Exercise objective:
All lines from the one with "saveBeforeCheck ? 'Save" through the last are to be given again exactly as they stand in the data below, and only those.

Items from a data source:
_ _ _ _
export function PlanEditor({
  projectId,
  initialPlan,
  baseRevision,
  params,
  saveBeforeCheck = false,
  submit,
  sectionStatus = { source: 'none', failBySection: {} },
  live = null,
  planOnScreenRef,
}: {
  projectId: string | null;
  initialPlan: PlanInput | null;
  baseRevision: number | null;
  params: RuleSetParameters;
  /** The form does not show the saved revision as it is (it was cut to the plan limits): save before a check. */
  saveBeforeCheck?: boolean;
  /** Instead of saving a revision (a quick check without a project): what the submit button does with the plan. */
  submit?: { label: string; run: (plan: PlanInput) => Promise<string> };
  /** Failing findings per section, from the latest stored check. */
  sectionStatus?: SectionStatus;
  /** Where the live check reads its rules; without it the editor shows no live panel. */
  live?: LiveSource | null;
  /** Set to a reader of the plan as the form shows it now: null (with the fields' messages shown) while it is not valid. */
  planOnScreenRef?: MutableRefObject<(() => Promise<PlanInput | null>) | null>;
}) {
  const router = useRouter();
  const defaultValues = useMemo(() => planToForm(initialPlan), [initialPlan]);
  const form = useForm<FormValues>({ defaultValues, resolver: planResolver, mode: 'onChange' });
  const { formState, handleSubmit, reset, setError } = form;
  const [status, setStatus] = useState<{ kind: 'ok' | 'error'; text: string } | null>(null);
  const [summaryErrors, setSummaryErrors] = useState<FieldError[]>([]);
  const [running, setRunning] = useState(false);
  const dirty = formState.isDirty;
  const failWord = submit ? 'Not checked' : 'Not saved';
  // On a phone one section is open at a time; the first until the installer picks another.
  const [openId, setOpenId] = useState<EditorSection['id'] | null>(editorSections[0]?.id ?? null);

  useEffect(() => {
    if (!planOnScreenRef) return;
    planOnScreenRef.current = async () => ((await form.trigger()) ? formToPlan(form.getValues()) : null);
    return () => {
      planOnScreenRef.current = null;
    };
  }, [planOnScreenRef, form]);

  // A link to a section or a field (the jump list, the error summary, a shared address) opens its section.
  useEffect(() => {
    const openFor = (hash: string) => {
      const target = hash.length > 1 ? document.getElementById(decodeURIComponent(hash.slice(1))) : null;
      const section = sectionOfElement(target);
      if (section) setOpenId(section);
    };
    openFor(window.location.hash);
    const onClick = (e: MouseEvent) => {
      const a = (e.target as HTMLElement)?.closest?.('a[href^="#"]') as HTMLAnchorElement | null;
      if (a) openFor(a.getAttribute('href') ?? '');
    };
    const onHash = () => openFor(window.location.hash);
    const onReveal = (e: Event) => {
      const id = (e as CustomEvent<{ id?: string }>).detail?.id;
      if (id) openFor(`#${id}`);
    };
    window.addEventListener(REVEAL_FIELD_EVENT, onReveal);
    document.addEventListener('click', onClick, true);
    window.addEventListener('hashchange', onHash);
    return () => {
      document.removeEventListener('click', onClick, true);
      window.removeEventListener('hashchange', onHash);
      window.removeEventListener(REVEAL_FIELD_EVENT, onReveal);
    };
  }, []);

  // Unsaved changes are not lost by closing the tab or following a link without a warning.
  useEffect(() => {
    if (!dirty) return;
    const onBeforeUnload = (e: BeforeUnloadEvent) => {
      e.preventDefault();
      e.returnValue = '';
    };
    const onClick = (e: MouseEvent) => {
      const a = (e.target as HTMLElement)?.closest?.('a[href]') as HTMLAnchorElement | null;
      if (!a || a.target === '_blank' || a.href.startsWith('javascript:')) return;
      if (!window.confirm('This plan has unsaved changes. Leave without saving them?')) {
        e.preventDefault();
        e.stopPropagation();
      }
    };
    window.addEventListener('beforeunload', onBeforeUnload);
    document.addEventListener('click', onClick, true);
    return () => {
      window.removeEventListener('beforeunload', onBeforeUnload);
      document.removeEventListener('click', onClick, true);
    };
  }, [dirty]);

  async function save(values: FormValues): Promise<number | null> {
    setStatus(null);
    setSummaryErrors([]);
    try {
      if (submit) {
        setStatus({ kind: 'ok', text: await submit.run(formToPlan(values)) });
        return null;
      }
      const res = await fetchJson<{ revision: { number: number; changeSummary: string } }>(`/api/projects/${projectId}/plans`, {
        method: 'POST',
        json: { plan: formToPlan(values) },
      });
      reset(values);
      setStatus({ kind: 'ok', text: `Saved as revision ${res.revision.number}: ${res.revision.changeSummary}.` });
      router.refresh();
      return res.revision.number;
    } catch (err) {
      if (err instanceof ApiError && err.errors.length) {
        const errs = err.errors.map((e) => ({ path: e.path.replace(/^plan\./, ''), message: e.message }));
        for (const e of errs) setError(formPathFor(e.path), { type: 'server', message: e.message });
        const first = errs[0] ? sectionOfElement(document.getElementById(`f-${formPathFor(errs[0].path).replace(/\./g, '-')}`)) : null;
        if (first) setOpenId(first);
        setSummaryErrors(errs);
        setStatus({ kind: 'error', text: `${failWord}: fix the fields listed below.` });
      } else {
        setStatus({ kind: 'error', text: `${failWord}: ${(err as Error).message} Your changes are still here.` });
      }
      return null;
    }
  }

  async function runCheck() {
    setRunning(true);
    setStatus(null);
    try {
      const res = await fetchJson<{ id: string }>(`/api/projects/${projectId}/checks`, { method: 'POST', json: {} });
      router.push(`/projects/${projectId}/checks/${res.id}`);
    } catch (err) {
      setStatus({ kind: 'error', text: `The check did not run: ${(err as Error).message}` });
      setRunning(false);
    }
  }

  // Save, then check the revision just saved on the server; a refused save checks nothing and keeps every edit.
  const saveAndCheck = handleSubmit(async (values) => {
    if ((await save(values)) !== null) await runCheck();
  }, (errors) => onInvalid(errors));

  const onInvalid = (errors: FieldErrors<FormValues>) => {
    const list: FieldError[] = [];
    const walk = (o: any, path: string) => {
      if (!o || typeof o !== 'object') return;
      if (typeof o.message === 'string') list.push({ path, message: o.message });
      for (const [k, v] of Object.entries(o)) if (k !== 'ref' && k !== 'message' && k !== 'type') walk(v, path ? `${path}.${k}` : k);
    };
    walk(errors, '');
    const first = list[0] ? sectionOfElement(document.getElementById(`f-${formPathFor(list[0].path).replace(/\./g, '-')}`)) : null;
    if (first) setOpenId(first);
    setSummaryErrors(list);
    setStatus({ kind: 'error', text: `${failWord}: fix the fields listed below.` });
  };

  return (
    <FormProvider {...form}>
      <LiveCheckProvider source={live ?? { jurisdiction: '', version: null }}>
      <div className={live ? 'grid items-start gap-5 lg:grid-cols-[minmax(0,1fr)_24rem]' : undefined}>
      <form onSubmit={handleSubmit(save, onInvalid)} noValidate className="space-y-5" aria-label="Closet plan">
        <div className="no-print sticky top-0 z-10 -mx-4 flex flex-wrap items-center gap-3 border-b border-rule bg-paper/95 px-4 py-3 backdrop-blur">
          <button type="submit" className="btn-primary" disabled={formState.isSubmitting}>{submit?.label ?? 'Save plan'}</button>
          {!submit && <button type="button" className="btn-secondary" onClick={runCheck} disabled={running || dirty || saveBeforeCheck || baseRevision === null}
            title={dirty || saveBeforeCheck ? 'Save the plan first' : baseRevision === null ? 'Save the first plan revision first' : undefined}>
            {running ? 'Running check…' : 'Run check'}
          </button>}
          {!submit && <button type="button" className="btn-secondary" onClick={() => void saveAndCheck()} disabled={running || formState.isSubmitting}>Save and check</button>}
          {!submit && <span className="text-sm text-ink-soft" data-testid="editor-state">
            {dirty ? 'Unsaved changes' : baseRevision ? `Revision ${baseRevision} saved` : 'Not saved yet'}
          </span>}
          {status && (
            <span role={status.kind === 'error' ? 'alert' : 'status'} className={`text-sm font-semibold ${status.kind === 'error' ? 'text-status-fail' : 'text-status-pass'}`} data-testid="editor-status">
              {status.text}
            </span>
          )}
        </div>

        {summaryErrors.length > 0 && (
          <div className="card border-status-fail/50 p-4" role="alert" data-testid="error-summary">
            <h2 className="font-semibold text-status-fail">{summaryErrors.length} field{summaryErrors.length === 1 ? '' : 's'} to fix</h2>
            <ul className="mt-2 list-disc space-y-1 pl-5 text-sm">
              {summaryErrors.map((e) => (
                <li key={e.path}>
                  <a className="underline" href={`#f-${formPathFor(e.path).replace(/\./g, '-')}`}>{e.message}</a>
                </li>
              ))}
            </ul>
          </div>
        )}

        <SectionCounts stored={sectionStatus}>
          <Sections params={params} openId={openId} setOpenId={setOpenId} />
        </SectionCounts>
      </form>
      {live && <LiveCheckPanel source={live} />}
      </div>
      </LiveCheckProvider>
    </FormProvider>
  );
}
_ _ _ _
Answer to this exercise:
            title={dirty || saveBeforeCheck ? 'Save the plan first' : baseRevision === null ? 'Save the first plan revision first' : undefined}>
            {running ? 'Running check…' : 'Run check'}
          </button>}
          {!submit && <button type="button" className="btn-secondary" onClick={() => void saveAndCheck()} disabled={running || formState.isSubmitting}>Save and check</button>}
          {!submit && <span className="text-sm text-ink-soft" data-testid="editor-state">
            {dirty ? 'Unsaved changes' : baseRevision ? `Revision ${baseRevision} saved` : 'Not saved yet'}
          </span>}
          {status && (
            <span role={status.kind === 'error' ? 'alert' : 'status'} className={`text-sm font-semibold ${status.kind === 'error' ? 'text-status-fail' : 'text-status-pass'}`} data-testid="editor-status">
              {status.text}
            </span>
          )}
        </div>

        {summaryErrors.length > 0 && (
          <div className="card border-status-fail/50 p-4" role="alert" data-testid="error-summary">
            <h2 className="font-semibold text-status-fail">{summaryErrors.length} field{summaryErrors.length === 1 ? '' : 's'} to fix</h2>
            <ul className="mt-2 list-disc space-y-1 pl-5 text-sm">
              {summaryErrors.map((e) => (
                <li key={e.path}>
                  <a className="underline" href={`#f-${formPathFor(e.path).replace(/\./g, '-')}`}>{e.message}</a>
                </li>
              ))}
            </ul>
          </div>
        )}

        <SectionCounts stored={sectionStatus}>
          <Sections params={params} openId={openId} setOpenId={setOpenId} />
        </SectionCounts>
      </form>
      {live && <LiveCheckPanel source={live} />}
      </div>
      </LiveCheckProvider>
    </FormProvider>
  );
}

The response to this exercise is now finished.